You've also degenerated into bitterness. I'm sorry you were not born what you wished to be. 

8s are not whiny. 8s have the biggest egos around. My ego wouldn't mean a thing to you. When two 8s talk there is a fortifying of boundaries as two massive personalities bump up against each other. Me not explaining myself to you, or giving any ground... you should be doing the same. But instead you justified yourself to me. Demanded my approval and when you didn't get it the whining comes out... with more demands that I justify myself to you. Good luck with that.

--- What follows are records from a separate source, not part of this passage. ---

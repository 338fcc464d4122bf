import type { DataSource, EntityManager } from 'typeorm';
import type { Viewer } from '@/sync/scope';
import { Sketch } from '../db/entities';
import { whereVisible } from '../sync/repository';

type Db = DataSource | EntityManager;

/** The sketches a viewer may see (sync/SPEC.md S22), newest change first. */
export function visibleSketches(db: Db, v: Viewer, opts: { groupId?: string; includeDeleted: boolean }) {
  const qb = whereVisible(db.getRepository(Sketch).createQueryBuilder('s'), 's', v);
  if (opts.groupId) qb.andWhere('s.groupId = :g', { g: opts.groupId });
  if (!opts.includeDeleted) qb.andWhere('s.deleted = :no', { no: false });
  return qb.orderBy('s.version', 'DESC').getMany();
}

export const findSketch = (db: Db, id: string) => db.getRepository(Sketch).findOneBy({ id });

/** Whether a sketch the viewer may see lists this attachment hash (S27). */
export async function seesAttachment(db: Db, v: Viewer, sha256: string): Promise<boolean> {
  const qb = db.getRepository(Sketch).createQueryBuilder('s').where('s.attachments LIKE :h', { h: `%"${sha256}"%` });
  return (await whereVisible(qb, 's', v).getCount()) > 0;
}
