import { In, type DataSource, type EntityManager } from 'typeorm';
import { Attachment, AttachmentUploader } from '../db/entities';

type Db = DataSource | EntityManager;

export type AttachmentMeta = Omit<Attachment, 'data'>;
const meta = { sha256: true, size: true, mimeType: true, width: true, height: true, createdAt: true } as const;

export const attachmentMeta = (db: Db, sha256: string): Promise<AttachmentMeta | null> => db.getRepository(Attachment).findOne({ where: { sha256 }, select: meta });

export const attachmentsIn = (db: Db, hashes: string[]): Promise<AttachmentMeta[]> =>
  hashes.length ? db.getRepository(Attachment).find({ where: { sha256: In(hashes) }, select: meta }) : Promise.resolve([]);

/** The bytes as sent, kept only by rows from before the photo pipeline. */
export const legacyData = async (db: Db, sha256: string) => (await db.getRepository(Attachment).findOne({ where: { sha256 }, select: { sha256: true, data: true } }))?.data ?? null;

export async function markProcessed(db: Db, a: Omit<AttachmentMeta, 'createdAt'>): Promise<void> {
  await db.getRepository(Attachment).update({ sha256: a.sha256 }, { ...a, data: null });
}

/** `${sha256} ${userId}` for every upload of these hashes. */
export async function uploadsOf(db: Db, hashes: string[]): Promise<Set<string>> {
  const rows = hashes.length ? await db.getRepository(AttachmentUploader).findBy({ sha256: In(hashes) }) : [];
  return new Set(rows.map((r) => `${r.sha256} ${r.userId}`));
}

export async function isUploader(db: Db, sha256: string, userId: string): Promise<boolean> {
  return (await db.getRepository(AttachmentUploader).countBy({ sha256, userId })) > 0;
}

/** Stores the row unless already held (S26); true when it was new. */
export async function storeAttachment(db: Db, a: Omit<Attachment, 'createdAt'>, userId: string): Promise<boolean> {
  const had = (await db.getRepository(Attachment).countBy({ sha256: a.sha256 })) > 0;
  if (!had) await db.getRepository(Attachment).insert(a);
  await db.getRepository(AttachmentUploader).createQueryBuilder().insert().values({ sha256: a.sha256, userId }).orIgnore().execute();
  return !had;
}
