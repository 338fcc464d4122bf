import { ScrollView, StyleSheet, View } from 'react-native';
import { useSafeAreaInsets } from 'react-native-safe-area-context';
import { COLUMN_MAX, colors, space } from '@/constants/theme';

/** A scrolling page on paper with one readable column; `wide` lets lists use more width, 'full' all of it. */
export function Screen({ children, wide = false }: { children: React.ReactNode; wide?: boolean | 'full' }) {
  const insets = useSafeAreaInsets();
  return (
    <ScrollView
      style={styles.scroll}
      contentContainerStyle={[styles.content, { paddingTop: insets.top + space.xl }]}
      keyboardShouldPersistTaps="handled"
    >
      <View style={[styles.column, { maxWidth: wide === 'full' ? undefined : wide ? 880 : COLUMN_MAX }]}>{children}</View>
    </ScrollView>
  );
}

const styles = StyleSheet.create({
  scroll: { flex: 1, backgroundColor: colors.paper },
  content: { flexGrow: 1, paddingHorizontal: space.lg + 4, paddingBottom: space.xxxl },
  column: { width: '100%', alignSelf: 'center', gap: space.xl },
});
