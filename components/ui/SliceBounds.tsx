// The slice-genus bounds a known s gives beside the diagram's signature, as one muted line
// (shared/rasmussen: |s|/2 and |sigma|/2, which is stronger). Nothing for a code that is no diagram.
import { useMemo } from 'react';
import { StyleSheet, Text } from 'react-native';
import type { RunDiagram } from '@/shared/api/runs';
import { diagram as toDiagram } from '@/shared/knot/diagram';
import { linkSignature } from '@/shared/knot/goeritz';
import { sliceBoundsText, sliceGenusBounds } from '@/shared/rasmussen';
import { colors, type } from '@/constants/theme';

export function SliceBounds({ s, diagram }: { s: number; diagram: Pick<RunDiagram, 'pd'> & { unknots?: number } }) {
  const text = useMemo(() => {
    try {
      return sliceBoundsText(sliceGenusBounds(s, linkSignature(toDiagram(diagram.pd, { unknots: diagram.unknots ?? 0 }))));
    } catch {
      return null;
    }
  }, [s, diagram]);
  return text ? <Text style={styles.muted}>{text}</Text> : null;
}

const styles = StyleSheet.create({
  muted: { ...type.small, color: colors.inkMuted },
});
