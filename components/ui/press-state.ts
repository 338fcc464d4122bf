import type { PressableStateCallbackType } from 'react-native';

/** react-native-web adds `hovered` to Pressable's style callback state (pointer devices only). */
export type PressState = PressableStateCallbackType & { hovered?: boolean };
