// A plain labelled text input (the Slate's dialogs hold their own state, no form library).
import { StyleSheet, Text, TextInput, View, type TextInputProps } from 'react-native';
import { TOUCH, colors, fonts, radius, space, type } from '@/constants/theme';

export function Field({ label, hint, mono, error, ...input }: TextInputProps & { label: string; hint?: string; mono?: boolean; error?: string | null }) {
  return (
    <View style={styles.wrap}>
      <Text style={styles.label}>{label}</Text>
      <TextInput
        {...input}
        aria-label={label}
        aria-invalid={!!error}
        placeholderTextColor={colors.inkFaint}
        style={[styles.input, mono && { fontFamily: fonts.mono, fontSize: 14 }, input.multiline && styles.multi, !!error && styles.invalid]}
      />
      {error ? <Text role="alert" style={styles.error}>{error}</Text> : hint ? <Text style={styles.hint}>{hint}</Text> : null}
    </View>
  );
}

const styles = StyleSheet.create({
  wrap: { gap: space.xs + 2 },
  label: { ...type.label, color: colors.ink },
  input: { ...type.body, minHeight: TOUCH, paddingHorizontal: space.md, borderRadius: radius.md, borderWidth: 1, borderColor: colors.line, backgroundColor: colors.surface, color: colors.ink, outlineStyle: 'none' } as object,
  multi: { minHeight: 96, paddingVertical: space.sm, textAlignVertical: 'top' } as object,
  invalid: { borderColor: colors.danger },
  error: { ...type.small, color: colors.danger },
  hint: { ...type.small, color: colors.inkMuted },
});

For what it is worth you're a very assertive person. 6s can be very assertive, and aggressive. Chuck Norris is a 6w5.


----------



## ape (Aug 11, 2009)

Grim said:


> I like your bully analogy. It recognizes the fact that I'm bigger than you. You're catching on.
> 
> You've also degenerated into bitterness. I'm sorry you were not born what you wished to be.
> 
> ...


You are hilarious.....you are like a child talking about Ninjas

Seriously dude, it is like you are playing a role

You are like one of these sloped chin and big nose Kung Fu kids telling a judo competitor or boxer what it is to be a warrior.

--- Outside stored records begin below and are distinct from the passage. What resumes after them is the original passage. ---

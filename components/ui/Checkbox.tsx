import { Pressable, StyleSheet, Text, View } from 'react-native';
import { colors, radius, space, type } from '@/constants/theme';

/** A box that ticks, with its label beside it: the Slate's export choices and the run form's options. */
export function Checkbox({ label, on, onPress }: { label: string; on: boolean; onPress: () => void }) {
  return (
    <Pressable role="checkbox" aria-checked={on} accessibilityLabel={label} onPress={onPress} style={styles.toggle}>
      <View style={[styles.tick, on && styles.tickOn]}>{on ? <Text style={styles.tickMark}>✓</Text> : null}</View>
      <Text style={styles.text}>{label}</Text>
    </Pressable>
  );
}

const styles = StyleSheet.create({
  toggle: { minHeight: 44, flexDirection: 'row', alignItems: 'center', gap: space.xs + 2, paddingRight: space.sm },
  tick: { width: 20, height: 20, borderRadius: radius.sm, borderWidth: 1.5, borderColor: colors.inkMuted, alignItems: 'center', justifyContent: 'center' },
  tickOn: { borderColor: colors.accent, backgroundColor: colors.accent },
  tickMark: { color: colors.surface, fontSize: 13, lineHeight: 15 },
  text: { ...type.label, color: colors.ink, flexShrink: 1 },
});
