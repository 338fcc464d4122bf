import type { DataSource, EntityManager } from 'typeorm';
import { Attachment, AttachmentUploader } from '../db/entities';

type Db = DataSource | EntityManager;

export const findAttachment = (db: Db, sha256: string) => db.getRepository(Attachment).findOneBy({ sha256 });

export const attachmentMeta = (db: Db, sha256: string) =>
  db.getRepository(Attachment).findOne({ where: { sha256 }, select: { sha256: true, size: true, mimeType: true } });

export async function isUploader(db: Db, sha256: string, userId: string): Promise<boolean> {
  return (await db.getRepository(AttachmentUploader).countBy({ sha256, userId })) > 0;
}

/** Stores the bytes unless already held (S26); true when they were new. */
export async function storeAttachment(db: Db, a: Omit<Attachment, 'createdAt'>, userId: string): Promise<boolean> {
  const had = (await db.getRepository(Attachment).countBy({ sha256: a.sha256 })) > 0;
  if (!had) await db.getRepository(Attachment).insert(a);
  await db.getRepository(AttachmentUploader).createQueryBuilder().insert().values({ sha256: a.sha256, userId }).orIgnore().execute();
  return !had;
}
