// Attachments by content hash (sync/SPEC.md S25-S28).
import { createHash } from 'node:crypto';
import type { User } from '@/shared/api/auth';
import type { UploadResponse } from '@/shared/api/sync';
import { inTransaction } from '../db/transaction';
import type { Deps } from '../deps';
import { AppError, notFound } from '../http/errors';
import { seesAttachment } from '../sketches/repository';
import { viewerOf } from '../sync/repository';
import * as repo from './repository';

export const uploadTypes = ['image/jpeg', 'image/png', 'image/webp'];
export const maxUploadBytes = 10 * 1024 * 1024;

export function upload(deps: Deps, user: User, file: { buffer: Buffer; mimetype: string }, claimed?: string): Promise<UploadResponse> {
  const sha256 = createHash('sha256').update(file.buffer).digest('hex');
  if (claimed && claimed !== sha256) {
    // A claimed hash that does not match means the bytes were damaged on the way: retry.
    throw new AppError('invalid_input', 400, 'The bytes do not match the sha256 sent with them', { sha256: 'Does not match the file' });
  }
  return inTransaction(deps.db, async (em) => {
    const created = await repo.storeAttachment(em, { sha256, size: file.buffer.length, mimeType: file.mimetype, data: file.buffer }, user.id);
    return { sha256, size: file.buffer.length, mimeType: file.mimetype, created };
  });
}

/** S27: the uploader, or anyone who may see a sketch listing the hash; else 404. */
async function mayRead(deps: Deps, user: User, sha256: string): Promise<boolean> {
  if (await repo.isUploader(deps.db, sha256, user.id)) return true;
  return seesAttachment(deps.db, await viewerOf(deps.db, user.id), sha256);
}

export async function stat(deps: Deps, user: User, sha256: string) {
  const meta = await repo.attachmentMeta(deps.db, sha256);
  if (!meta || !(await mayRead(deps, user, sha256))) throw notFound('No such attachment');
  return meta;
}

export async function read(deps: Deps, user: User, sha256: string) {
  await stat(deps, user, sha256);
  return (await repo.findAttachment(deps.db, sha256))!;
}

You may be an 8 but your bizarre attachment to it and your attempts at excluding others really sounds like how you would describe a 6s behaviour

Have you ever heard of the physiological term "mirroring"

It is like you are using me as a mirror to communicate with yourself that which you do not want to know

Fascinating stuff


----------



## mcgooglian (Nov 12, 2008)

This is getting old Ape, give it a rest.


----------



## 480 (Jan 22, 2009)

ape said:


> You are hilarious.....you are like a child talking about Ninjas
> 
> Seriously dude, it is like you are playing a role
> 
> ...


Heed what I said to you in the PM. Behave yourself on the forum.


----------



## ape (Aug 11, 2009)

mcgooglian said:


> This is getting old Ape, give it a rest.


I should give it a rest?

Do you reckon he should as well?

Did you notice the insultive nature and attacks in his first post?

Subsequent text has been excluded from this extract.